Advokat Andrie Yunus, Alif Fauzi Nurwidiastomo, menyatakan bahwa permohonan ini dilakukan karena proses penyidikan dari Laporan Polisi Model A dianggap mandek dan tidak menunjukkan perkembangan yang jelas.
Permintaan Melanjutkan Proses Penyidikan
Menurut Alif, belum ada surat perintah penghentian penyidikan (SP3) setelah berkas perkara dilimpahkan ke penyidik Puspom TNI. Dia menegaskan bahwa dalam Kitab Undang-Undang Hukum Acara Pidana (KUHAP), penanganan perkara yang melibatkan sipil seharusnya dilakukan melalui mekanisme peradilan umum.
Alif juga menegaskan bahwa pelimpahan perkara antarinstansi tidak diatur dalam KUHAP, sehingga proses penyidikan oleh Polda Metro Jaya harus tetap berjalan. Melalui permohonan praperadilan, pihaknya meminta agar penyidik melanjutkan proses penyidikan kasus yang menimpa kliennya.

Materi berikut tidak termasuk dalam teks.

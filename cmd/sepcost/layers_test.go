package main

import (
	"go/parser"
	"go/token"
	"io/fs"
	"path/filepath"
	"strconv"
	"strings"
	"testing"

	"sepcost/costing"
)

// Imports run one way: cmd → writers → scale → costing (ledger) → models.
// This test reads the import lines of every non-test Go file and fails when
// a lower package starts to depend on a higher one (DEVELOPERS.md, "Architecture and data flow").
func TestLayering(t *testing.T) {
	t.Parallel()
	root := filepath.Join("..", "..")
	const mod = "sepcost/"
	// The method models come from the registry; beside them, the
	// model-level packages they share.
	models := []string{"costing/solubility", "costing/waste", "costing/green"}
	for _, e := range costing.Registry {
		models = append(models, e.Package)
	}
	type rule struct {
		pkg    func(string) bool
		banned func(string) bool
		why    string
	}
	has := func(prefix string) func(string) bool {
		return func(p string) bool { return p == prefix || strings.HasPrefix(p, prefix+"/") }
	}
	isModel := func(p string) bool {
		for _, m := range models {
			if p == m {
				return true
			}
		}
		return false
	}
	any := func(fs ...func(string) bool) func(string) bool {
		return func(p string) bool {
			for _, f := range fs {
				if f(p) {
					return true
				}
			}
			return false
		}
	}
	excelize := has("github.com/xuri/excelize/v2")
	cobra := has("github.com/spf13/cobra")
	decimal := has("github.com/shopspring/decimal")
	rules := []rule{
		{any(has("costing"), has("scale")), any(has(mod+"cmd"), cobra, excelize), "costing and scale never import commands, cobra or excelize"},
		{has("costing"), has(mod + "scale"), "costing never imports scale"},
		{isModel, any(decimal, excelize, cobra, func(p string) bool { return p == "os" }, has(mod+"costing/ledger"), has(mod+"costing/prices")), "models compute physics only: no money, files or prices"},
		{any(has("costing/units"), has("costing/source"), has("costing/usage")), func(p string) bool {
			return strings.HasPrefix(p, mod) && p != mod+"costing/units"
		}, "the base packages import only costing/units"},
		{func(p string) bool { return p != "cmd/sepcost/internal/workbook" }, excelize, "only the workbook writer imports excelize"},
		{has("costing/scenario"), func(p string) bool {
			return strings.HasPrefix(p, mod) && (isModel(strings.TrimPrefix(p, mod)) && p != mod+"costing/solubility" || p == mod+"costing/waste")
		}, "the scenario reader imports no model and not the waste classifier (solubility curves are shared data)"},
	}
	err := filepath.WalkDir(root, func(path string, d fs.DirEntry, err error) error {
		if err != nil {
			return err
		}
		if d.IsDir() && (d.Name() == "testdata" || strings.HasPrefix(d.Name(), ".")) && path != root {
			return filepath.SkipDir
		}
		if d.IsDir() || !strings.HasSuffix(path, ".go") || strings.HasSuffix(path, "_test.go") {
			return nil
		}
		rel, _ := filepath.Rel(root, filepath.Dir(path))
		pkg := filepath.ToSlash(rel)
		f, err := parser.ParseFile(token.NewFileSet(), path, nil, parser.ImportsOnly)
		if err != nil {
			return err
		}
		for _, imp := range f.Imports {
			ip, _ := strconv.Unquote(imp.Path.Value)
			for _, r := range rules {
				if r.pkg(pkg) && r.banned(ip) {
					t.Errorf("%s imports %s: %s", path, ip, r.why)
				}
			}
		}
		return nil
	})
	if err != nil {
		t.Fatal(err)
	}
}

Penolakan Penanganan Perkara di Peradilan Militer
Alif menegaskan bahwa pihaknya menolak penanganan perkara yang saat ini berjalan di peradilan militer. Menurutnya, kasus tersebut melibatkan lebih banyak pihak selain dari empat orang yang sedang disidangkan.
Tim advokat telah memberikan klarifikasi kepada penyidik dengan membawa bukti tambahan, termasuk hasil investigasi mandiri. Mereka menyatakan keyakinan bahwa kasus ini melibatkan lebih dari 16 pelaku di lapangan, termasuk aktor intelektual.
Saat ini, terdapat dua laporan yang sedang diproses di Polda Metro Jaya, Laporan Polisi Model A dan Laporan Polisi Model B, yang sebelumnya dilaporkan ke Bareskrim Polri.